Action item:
Going through the entries below, count each line that holds "invitations" and give only the total.

Data for the task:
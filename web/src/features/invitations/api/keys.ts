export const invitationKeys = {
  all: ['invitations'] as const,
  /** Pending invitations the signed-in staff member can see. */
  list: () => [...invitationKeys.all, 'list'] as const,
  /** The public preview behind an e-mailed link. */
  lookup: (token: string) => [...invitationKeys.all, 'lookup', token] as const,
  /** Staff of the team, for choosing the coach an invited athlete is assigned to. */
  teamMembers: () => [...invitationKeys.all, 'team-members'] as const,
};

Response area:
3